Ele continuou: “No entanto, recentemente nosso banco de dados estava sob um ataque repetível que arruinou a experiência de jogo para alguns jogadores e resultou no seu desligamento. É importante que você saiba que nenhum dado de e-mail foi comprometido neste ataque. No entanto, esta vulnerabilidade significa que estamos sujeitos a ataques futuros. Não somos um grande estúdio e não temos os recursos para prevenir adequadamente contra esses ataques, então vamos retirar o jogo da loja”.

Moirai se conecta diretamente a um banco de dados que armazena as respostas do jogador. A partir desse banco de dados, o jogo recupera apenas os dados necessários para uma jogada, ou seja, as respostas do último jogador e os nomes fornecidos dos últimos cinco jogadores. Um usuário escreveu um script que inseria registros continuamente neste banco de dados, não apenas tornando o jogo impossível de jogar – todas as respostas dentro desse período seriam as mesmas – mas também travando o banco de dados.

Johnson sabe como impedir que isso aconteça, mas não tem tempo, dinheiro ou recursos. As pessoas responsáveis pelo ataque posteriormente enviou uma mensagem a Johnson na Steam, o que levou a uma longa conversa.
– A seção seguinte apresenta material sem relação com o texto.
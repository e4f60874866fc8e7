"""Scores by frequency against a correlation written out, in 32 bits and in 8."""

import tracemalloc

import numpy as np
import pytest

from learnfilter.runtime.table import BLOCK, RingTable

CHANNELS = 3


def rings(count: int, bearings: int) -> np.ndarray:
    return np.random.default_rng(0).normal(size=(count, bearings, CHANNELS)).astype(np.float32)


def strip(bearings: int) -> np.ndarray:
    """What a strip asks: something in the first half of the ring, nothing behind."""
    asked = np.random.default_rng(1).normal(size=(bearings, CHANNELS)).astype(np.float32)
    asked[bearings // 2 :] = 0
    return asked


def table(features: np.ndarray, looks: int, small: bool = False) -> RingTable:
    return RingTable(lambda part: features[part], *features.shape, looks, small)


def correlation(features: np.ndarray, asked: np.ndarray, looks: int) -> np.ndarray:
    """[looks n] in float64: at look l the strip lies l x bearings / looks further on."""
    turned = [np.roll(asked.astype(float), look * len(asked) // looks, axis=0) for look in range(looks)]
    return np.einsum("lpc,npc->ln", np.stack(turned), features.astype(float))


@pytest.mark.parametrize(("bearings", "looks"), [(16, 16), (16, 8), (15, 5), (64, 32)])
def test_scores_are_a_plain_correlation(bearings, looks):
    """At every turn of the strip, for rings of even and odd length."""
    features, asked = rings(20, bearings), strip(bearings)
    found = table(features, looks).scores(asked, slice(None))
    # float32 sums of up to 96 products near one
    np.testing.assert_allclose(found, correlation(features, asked, looks), atol=1e-4)


def test_eight_bits_err_by_no_more_than_half_a_step_each():
    """Every stored number is rounded to the nearest of 127 steps up to 1.25 times the largest."""
    features, asked = rings(40, 16), strip(16)
    expected = correlation(features, asked, 8)
    found = table(features, 8, small=True).scores(asked, slice(None))
    spectra, strips = np.fft.rfft(features, axis=1), np.fft.rfft(asked, axis=0)
    largest = np.maximum(np.abs(spectra.real), np.abs(spectra.imag)).max(axis=0)
    half = 1.25 * largest / 127 / 2
    twins = np.r_[1, np.full(7, 2), 1]  # frequencies that stand for two
    each = (half * (np.abs(strips.real) + np.abs(strips.imag))).sum(axis=1)
    bound = np.sqrt(2) * (twins * each).sum() / 16  # a sine's and a cosine's error at once
    assert 0 < np.abs(found - expected).max() <= bound


def test_eight_bits_need_a_quarter_of_the_memory():
    """One byte a number instead of four."""
    features = rings(40, 16)
    assert table(features, 8, small=True).values.nbytes * 4 == table(features, 8).values.nbytes


def test_a_number_beyond_the_sample_is_clipped():
    """No wrapping round of bytes, which would turn the strongest answer into its opposite."""
    features, asked = rings(1000, 16), np.zeros((16, CHANNELS), np.float32)
    features[998] *= 100  # every third cell is sampled, from the first on: not this one
    asked[0, 0] = 1
    largest = np.abs(correlation(features[998:999], asked, 8)).argmax()
    exact, found = (table(features, 8, small).scores(asked, slice(None))[largest, 998] for small in (0, 1))
    assert 0 < found / exact < 1


@pytest.mark.parametrize("small", [False, True])
def test_scores_do_not_depend_on_what_was_asked_before(small):
    """One cell, some in disorder, then all: each as in a table of which all are asked at once."""
    features, asked = rings(2 * BLOCK + 100, 16), strip(16)
    expected, asked_bit_by_bit = (
        table(features, 8, small).scores(asked, slice(None)),
        table(features, 8, small),
    )
    for cells in (np.array([1100]), np.array([900, 3, 1100, 4]), slice(None)):
        found = asked_bit_by_bit.scores(asked, cells)
        # float32 products in another order
        np.testing.assert_allclose(found, expected[:, cells], atol=1e-4)


def test_features_are_computed_once_and_where_they_are_needed():
    """Block by block."""
    features, computed = rings(2 * BLOCK, 16), []

    def compute(part: slice) -> np.ndarray:
        computed.append(part.start)
        return features[part]

    lazy = RingTable(compute, *features.shape, 8)
    for cells in (np.array([BLOCK + 1]), np.array([BLOCK + 2]), slice(None), slice(None)):
        lazy.scores(strip(16), cells)
    assert computed == [BLOCK, 0]


def test_memory_does_not_grow():
    """A hundred strips leave nothing behind."""
    features = rings(600, 16)
    grown = table(features, 8)
    tracemalloc.start()
    grown.scores(strip(16), slice(None))
    first = tracemalloc.get_traced_memory()[0]
    for cell in range(100):
        grown.scores(strip(16), np.array([cell, 599]))
    last = tracemalloc.get_traced_memory()[0]
    tracemalloc.stop()
    assert last - first < 5_000  # a strip's scores, kept each time, would be 6,400
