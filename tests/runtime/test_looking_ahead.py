"""What a robot's filter answers to movers."""

import numpy as np
import pytest

from learnfilter.core.colour import srgb_to_linear
from learnfilter.core.errors import StepError
from learnfilter.core.poses import compose, through_mount
from learnfilter.runtime import Localizer, load_bundle
from learnfilter.runtime.moves import MOTIONS, Motion
from tests.shipping import STRIP, rehearsed

STEP = Motion(0.5, 0.0, 0.2)  # enough to be weighed


@pytest.fixture(scope="module")
def localizer(shipped) -> Localizer:
    return Localizer(load_bundle(shipped("beam+colour")))


@pytest.fixture
def awake(localizer) -> Localizer:
    localizer.reset()
    localizer.step(np.zeros(3), *strip(0))
    return localizer


def strip(row):
    drive = rehearsed()[1]
    return drive.depth_m[row], drive.rgb[row]


@pytest.mark.parametrize(
    "ask",
    [
        lambda to: to.modes,
        lambda to: to.foresee(STEP),
        lambda to: to.promised(STEP),
        lambda to: to.outlook(MOTIONS),
    ],
)
def test_before_the_first_strip_nothing_is_known(localizer, ask):
    """Said, not guessed."""
    localizer.reset()
    with pytest.raises(StepError, match="first strip"):
        ask(localizer)


def test_what_is_foreseen_is_what_comes(awake):
    """The foreseen belief, weighed with the strip that follows, is the filter's own next belief."""
    depth, rgb = strip(1)
    layout = awake.bundle.site.layout
    depth_m = np.where((depth >= STRIP.min_range_m) & (depth <= STRIP.max_range_m), depth, np.nan)
    laid = layout.lay(depth_m).astype(np.float32), layout.lay(srgb_to_linear(rgb), axis=0).astype(np.float32)
    part, _ = awake.scale.weigh(awake.foresee(STEP), *laid)
    awake.step(STEP, depth, rgb)
    np.testing.assert_allclose(awake.belief[:, *part.window], part.planes, rtol=0, atol=1e-7)


def test_foreseeing_changes_nothing(awake):
    """Asked as often as one likes."""
    before = awake.belief
    awake.foresee(STEP), awake.promised(STEP), awake.outlook(MOTIONS)
    np.testing.assert_array_equal(awake.belief, before)


def test_modes_are_carried_by_a_motion_too_small_to_be_weighed(awake):
    """Of the sensor: the robot's motion seen through the mount."""
    before, small = awake.modes, (0.1, 0.05, 0.1)
    assert not awake.step(small, *strip(1)).weighed
    expected = compose([mode.pose for mode in before], through_mount(small, STRIP.mount))
    np.testing.assert_allclose([mode.pose for mode in awake.modes], expected, atol=1e-12)


def test_what_a_mode_promises_is_in_its_outlook(awake):
    """A sector whose every column is promised a return holds their mean; 1e-5 for float32."""
    outlook, motion = awake.outlook(MOTIONS), 3
    depth, _ = awake.promised(MOTIONS[motion])
    looks = awake.bundle.site.layout.present()
    sector = np.arange(depth.shape[1]) * 8 // depth.shape[1]
    groups = [looks & (sector == s) for s in range(8)]
    expected = np.stack([depth[:, group].mean(axis=1) / STRIP.max_range_m for group in groups], axis=1)
    whole = np.isfinite(expected)
    assert whole.sum() >= 8  # of four modes' eight sectors or more
    held = outlook.view[: len(depth), motion, :8]
    np.testing.assert_allclose(held[whole], expected[whole], rtol=0, atol=1e-5)


def test_the_outlook_holds_the_strip_that_was_seen_last(awake):
    """Weighed or not."""
    before = awake.outlook(MOTIONS).seen
    awake.step(np.zeros(3), *strip(9))
    assert not np.allclose(awake.outlook(MOTIONS).seen, before)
Quando questionados por que eles sobrecarregaram o banco de dados, eles simplesmente responderam “Por que eu achei engraçado.”

“Só pela zoeira, né?” Johnson respondeu.

“Pode apostar, cara”, o hacker respondeu.
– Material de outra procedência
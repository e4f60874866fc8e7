"""The robot's side of a step: what it answers, what it refuses, what it never becomes."""

import numpy as np
import pytest

from learnfilter.core.errors import StepError
from learnfilter.core.estimate import Mode
from learnfilter.core.poses import compose, wrap
from learnfilter.runtime import Localizer, load_bundle
from learnfilter.runtime.estimate import base_mode
from learnfilter.runtime.motion import MotionNoise
from tests.shipping import STRIP, rehearsed, rendered

STILL = np.zeros(3)


@pytest.fixture(scope="module")
def localizer(shipped) -> Localizer:
    return Localizer(load_bundle(shipped("beam+colour")))


@pytest.fixture
def awake(localizer) -> Localizer:
    """A localizer that has weighed its first strip."""
    localizer.reset()
    localizer.step(STILL, *strip(0), time_s=10.0)
    return localizer


def strip(row: int):
    """Depth and colour of a row of the drive."""
    drive = rehearsed()[1]
    return drive.depth_m[row], drive.rgb[row]


def drive_on(localizer: Localizer, rows: int):
    """Answers along the drive from its start."""
    localizer.reset()
    odometry = rehearsed()[1].odometry
    return [localizer.step(odometry[row], *strip(row)) for row in range(rows)]


def test_the_robot_finds_itself(localizer):
    """When it first locks, the base is within 0.5 m and 15 degrees of where the simulator had it."""
    answers = drive_on(localizer, 60)
    row = [answer.state for answer in answers].index("locked")
    gap = answers[row].pose - rehearsed()[1].reference[row]
    assert np.hypot(*gap[:2]) < 0.5 and abs(wrap(gap[2])) < np.radians(15)


@pytest.mark.parametrize("place", [0, 10, 40, 80])
def test_a_robot_carried_off_is_lost_and_finds_itself(localizer, place):
    """Locked on one drive, it wakes up on another: lost within 5 weighed strips, then locked where it is."""
    first, second = rendered()[1]
    localizer.reset()
    rows = zip(first.odometry, first.depth_m, first.rgb, strict=True)
    assert any(localizer.step(*row).state == "locked" for row in rows)
    states, gaps = [], []
    for row in range(place, len(second)):
        moved = second.odometry[row] * (row > place)
        answer = localizer.step(moved, second.depth_m[row], second.rgb[row])
        if answer.weighed:
            states.append(answer.state)
            gaps.append(answer.pose - second.reference[row])
    lost = states.index("lost")
    gap = gaps[states.index("locked", lost)]
    assert lost < 5
    assert np.hypot(*gap[:2]) < 0.5 and abs(wrap(gap[2])) < np.radians(15)


def test_a_new_start_knows_nothing(localizer):
    """Every live pose alike."""
    localizer.reset()
    site = rehearsed()[0]
    expected = np.broadcast_to(site.live / (site.n_cells * site.grid.headings), site.grid.shape)
    np.testing.assert_allclose(localizer.belief, expected, rtol=1e-6)  # float32


def test_a_reset_forgets(localizer):
    """The same drive again gives the same answers."""
    first, again = (drive_on(localizer, 12)[-1] for _ in range(2))
    np.testing.assert_array_equal(first.pose, again.pose)


def test_a_parked_robot_counts_a_strip_once(awake):
    """Six hundred surprises a minute are one surprise."""
    before = awake.belief.copy()
    answers = [awake.step(STILL, *strip(5)) for _ in range(5)]
    assert not any(answer.weighed for answer in answers)
    np.testing.assert_array_equal(awake.belief, before)


@pytest.mark.parametrize(
    ("odometry", "expected"),
    [
        ((0.41, 0, 0), True),
        ((0, -0.41, 0), True),
        ((0, 0, -0.41), True),
        ((0.3, 0.2, 0), False),
        ((0.2, 0, 0.3), False),
    ],
)
def test_enough_travel_or_turning_makes_a_strip_count(awake, odometry, expected):
    """Either alone, from 0.4 m or 0.4 rad as the bundle says; the two do not add up."""
    assert awake.step(odometry, *strip(1)).weighed == expected


def test_small_motions_add_up(awake):
    """Four steps of 0.11 m are more than 0.4 m."""
    weighed = [awake.step((0.11, 0, 0), *strip(1)).weighed for _ in range(4)]
    assert weighed == [False, False, False, True]


def test_between_weighed_strips_odometry_carries_the_pose(awake):
    """The base moves by what the wheels say, in the robot's own frame, however the sensor is mounted."""
    before = awake.step(STILL, *strip(0)).pose
    motion = np.array([0.2, 0.05, 0.1])
    np.testing.assert_allclose(awake.step(motion, *strip(1)).pose, compose(before, motion), atol=1e-9)


def test_the_base_stands_where_the_mount_says():
    """A sensor 1 m ahead of the base, looking left, at (3, 2) facing north: the base faces east at (2, 2)."""
    mode = Mode(np.array([3.0, 2.0, np.pi / 2]), 0.7, np.diag([0.0, 0.0, 0.01]))
    base = base_mode(mode, np.zeros(3), np.array([1.0, 0.0, np.pi / 2]), MotionNoise(0, 0, 0, 0))
    np.testing.assert_allclose(base.pose, [2.0, 2.0, 0.0], atol=1e-12)
    # a heading off by s swings the base, 1 m behind, by s sideways: with it y varies as much, against it
    expected = [[0, 0, 0], [0, 0.01, -0.01], [0, -0.01, 0.01]]
    np.testing.assert_allclose(base.covariance, expected, atol=1e-12)


def test_what_is_pending_widens_the_covariance():
    """Variances of the motion model: (0.1 x 2 m)^2 along each axis, (0.05 x 2 m)^2 of heading."""
    mode = Mode(np.zeros(3), 1.0, np.zeros((3, 3)))
    base = base_mode(mode, np.array([2.0, 0.0, 0.0]), np.zeros(3), MotionNoise(0.3, 0.05, 0.1, 0.3))
    np.testing.assert_allclose(np.diag(base.covariance), [0.04, 0.04, 0.01], atol=1e-12)


WIDTH = STRIP.columns
DEPTH, RGB = np.full(WIDTH, 2.0), np.full((WIDTH, 3), 0.5)


def spoiled(array, value):
    out = array.copy()
    out[5] = value
    return out


BAD = {
    "nan odometry": ((np.nan, 0, 0), DEPTH, RGB, 11.0, "odometry"),
    "infinite odometry": ((0, np.inf, 0), DEPTH, RGB, 11.0, "odometry"),
    "a leap": ((50.0, 0, 0), DEPTH, RGB, 11.0, "odometry"),
    "a spin": ((0, 0, 7.0), DEPTH, RGB, 11.0, "odometry"),
    "two odometry values": ((0, 0), DEPTH, RGB, 11.0, "odometry"),
    "a narrow strip": (STILL, DEPTH[1:], RGB, 11.0, "depth_m"),
    "no numbers": (STILL, ["a"] * WIDTH, RGB, 11.0, "depth_m"),
    "negative depth": (STILL, spoiled(DEPTH, -0.1), RGB, 11.0, r"depth_m\[5\]"),
    "infinite depth": (STILL, spoiled(DEPTH, np.inf), RGB, 11.0, r"depth_m\[5\]"),
    "narrow colour": (STILL, DEPTH, RGB[1:], 11.0, "rgb"),
    "colour above one": (STILL, DEPTH, spoiled(RGB, 1.5), 11.0, r"rgb\[5, 0\]"),
    "time going back": (STILL, DEPTH, RGB, 9.0, "time_s"),
    "two odometries at once": (np.zeros((2, 3)), DEPTH, RGB, 11.0, "odometry"),
    "words for odometry": ("ahead", DEPTH, RGB, 11.0, "odometry"),
    "no depth": (STILL, None, RGB, 11.0, "depth_m"),
    "minus infinite depth": (STILL, spoiled(DEPTH, -np.inf), RGB, 11.0, r"depth_m\[5\]"),
    "negative colour": (STILL, DEPTH, spoiled(RGB, -0.1), 11.0, r"rgb\[5, 0\]"),
    "infinite colour": (STILL, DEPTH, spoiled(RGB, np.inf), 11.0, r"rgb\[5, 0\]"),
    "time standing still": (STILL, DEPTH, RGB, 10.0, "time_s"),
    "infinite time": (STILL, DEPTH, RGB, np.inf, "time_s"),
    "no time": (STILL, DEPTH, RGB, np.nan, "time_s"),
}


@pytest.mark.parametrize("bad", BAD.values(), ids=BAD)
def test_a_bad_input_is_named_and_changes_nothing(awake, bad):
    """The next good strip is taken in as if the bad one had never come."""
    *given, place = bad
    good = (np.array([0.5, 0.0, 0.0]), *strip(2), 11.0)
    expected, belief = awake.step(*good), awake.belief
    awake.reset()
    awake.step(STILL, *strip(0), time_s=10.0)
    with pytest.raises(StepError, match=place):
        awake.step(*given)
    np.testing.assert_equal(awake.step(*good)._asdict(), expected._asdict())
    np.testing.assert_array_equal(awake.belief, belief)


AT_ANY_TIME = {name: bad for name, bad in BAD.items() if bad[-1] != "time_s"}


@pytest.mark.parametrize("bad", AT_ANY_TIME.values(), ids=AT_ANY_TIME)
def test_a_bad_first_input_is_no_start(localizer, bad):
    """The next good strip is the first."""
    *given, place = bad
    localizer.reset()
    before = localizer.belief
    with pytest.raises(StepError, match=place):
        localizer.step(*given)
    np.testing.assert_array_equal(localizer.belief, before)
    assert localizer.step(STILL, *strip(0), time_s=1.0).weighed


def test_returns_outside_the_sensors_ranges_did_not_come_back(awake):
    """Depth 0 and depth beyond the maximum weigh like NaN, as in a drive table that is read."""
    depth, rgb = strip(2)
    beliefs = []
    for value in (np.nan, 0.0, STRIP.max_range_m + 1):
        awake.reset()
        awake.step(STILL, spoiled(depth, value), rgb)
        beliefs.append(awake.belief.copy())
    np.testing.assert_array_equal(beliefs[0], beliefs[1])
    np.testing.assert_array_equal(beliefs[0], beliefs[2])


def test_writing_to_the_belief_changes_nothing(awake):
    """Whoever watches does not steer."""
    before = awake.belief
    awake.belief[:] = 1.0
    np.testing.assert_array_equal(awake.belief, before)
Mais tarde, Johnson perguntou aos hackers o que eles achavam do jogo. “Achei interessante e que a câmera e a neblina deixavam tudo assustador”, responderam eles. “O posicionamento da câmera, a velocidade lenta do jogador, faz você se sentir vulnerável.”

Buscando outra solução

Chris fez um esforço para explorar opções melhores do que derrubar o jogo permanentemente. “Entrei em contato com a Valve há uma semana para retirar o jogo e explorar possíveis ações a serem tomadas contra o invasor”, ele escreveu para mim em um e-mail de acompanhamento. “O jogo foi desativado com razoável rapidez, no entanto, não ouvi uma palavra deles em resposta ao invasor.”

No geral, ele está desapontado, mas não muito abalado. Ele pretende ajudar a construir uma versão offline do jogo para ajudar os speedrunners, mas não será projetada para o jogo normal. “É decepcionante, mas me sinto bem com isso”, disse ele.
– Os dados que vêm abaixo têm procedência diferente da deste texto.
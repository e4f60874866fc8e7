"""Windows of a belief: what is in them, where they lie, and how they grow and shrink."""

import numpy as np
import pytest

from learnfilter.core.grid import PoseGrid
from learnfilter.runtime.part import Part

GRID = PoseGrid(3, 7, 9, 0.25, -1.0, 2.0)
PLANES = np.random.default_rng(0).random((3, 2, 3)).astype(np.float32)


def whole(part: Part) -> np.ndarray:
    """The belief on the lattice, cell by cell."""
    belief = np.zeros(GRID.shape, np.float32)
    for h, r, c in np.ndindex(part.planes.shape):
        belief[h, part.row + r, part.column + c] = part.planes[h, r, c]
    return belief


@pytest.mark.parametrize(("row", "column"), [(0, 0), (2, 3), (5, 6)])
def test_a_window_is_where_its_corner_says(row, column):
    """Rows and columns of the lattice, from corner to corner of it."""
    expected = whole(Part(PLANES, row, column))
    found = np.zeros(GRID.shape, np.float32)
    found[(slice(None), *Part(PLANES, row, column).window)] = PLANES
    np.testing.assert_array_equal(found, expected)


@pytest.mark.parametrize(("row", "column"), [(0, 0), (2, 3), (5, 6)])
@pytest.mark.parametrize(
    ("more", "sizes"),
    [
        ((0, 0), {(0, 0): (2, 3), (2, 3): (2, 3), (5, 6): (2, 3)}),
        ((1, 2), {(0, 0): (3, 5), (2, 3): (4, 7), (5, 6): (3, 5)}),
        ((20, 20), {(0, 0): (7, 9), (2, 3): (7, 9), (5, 6): (7, 9)}),
    ],
)
def test_a_window_grows_up_to_the_edges(row, column, more, sizes):
    """The same belief, with that much room on each side where the lattice has it."""
    part = Part(PLANES, row, column)
    grown = part.grown(*more, GRID)
    assert grown.planes.shape[1:] == sizes[row, column]
    np.testing.assert_array_equal(whole(grown), whole(part))


def test_growing_leaves_the_old_window_alone():
    """What is written into the new one is not seen through the old."""
    part = Part(PLANES.copy(), 2, 3)
    part.grown(1, 1, GRID).planes[:] = 9
    np.testing.assert_array_equal(part.planes, PLANES)


def test_a_window_is_cropped_to_what_is_kept():
    """The smallest rectangle around two cells, at the place they had."""
    kept = np.zeros((5, 6), bool)
    kept[1, 4] = kept[3, 2] = True
    planes = np.random.default_rng(1).random((3, 5, 6)).astype(np.float32)
    cropped = Part(planes, 1, 2).cropped(kept)
    assert (cropped.row, cropped.column) == (2, 4)
    np.testing.assert_array_equal(cropped.planes, planes[:, 1:4, 2:5])


def test_a_windows_lattice_puts_its_cells_where_they_were():
    """Cell centres in the site's metres."""
    lattice = Part(PLANES, 2, 3).lattice(GRID)
    np.testing.assert_allclose(lattice.x_centres(), -1.0 + (3 + np.arange(3) + 0.5) * 0.25)
    np.testing.assert_allclose(lattice.y_centres(), 2.0 + (2 + np.arange(2) + 0.5) * 0.25)
    assert lattice.shape == (3, 2, 3)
“A resposta dos jogadores excedeu completamente as nossas expectativas, por isso estamos bastante contentes. A demonstração de apoio que recebemos da comunidade após anunciar a aposentadoria dos jogos foi muito encorajadora. ”

É um destino interessante – embora decepcionante – para um jogo que testou a maneira como nos envolvemos moralmente com o que jogamos. Frequentemente, a moralidade nos jogos é estatística: faça um certo número de coisas boas e ruins e obtenha o resultado correspondente.

A moralidade nos jogos digitais

Enquanto isso, a moral geralmente é demonstrada como parte de uma narrativa, não como parte de um sistema. Quando a moral está ligada à narrativa, o criador do jogo geralmente descreve, ensina ou prescreve uma moral de alguma forma.

Isso não era verdade em Moirai. Na verdade, apenas forçou você a se avaliar: como você se comporta quando acha que ninguém está ouvindo. Ele testou sua reação a alguns dilemas morais cabeludos e também, secretamente no início, testando se você pode reagir sem ser um idiota. (Isso sou eu sendo moralista, desculpe).

“Normalmente, no ponto em que as pessoas estão digitando algo … espero que eles tenham percebido o que está acontecendo”, disse Johnson. “Nesse ponto, muitas pessoas podem refletir sobre sua decisão anterior de deixar alguém passar e pensar ‘bem, na verdade, as escolhas que estou fazendo aqui são importantes’, na medida em que realmente importam em um jogo. Ou, pelo menos, [as decisões] têm mais impacto do que se pensava inicialmente.

“Mas também há esse outro aspecto do jogador, esperançosamente, percebendo que o que quer que escrevam no jogo, eles ainda estão meio impotentes para influenciar a resposta dos outros jogadores. O próximo jogador, que chega mais tarde para decidir seu destino. Existe uma espécie de vulnerabilidade aí.”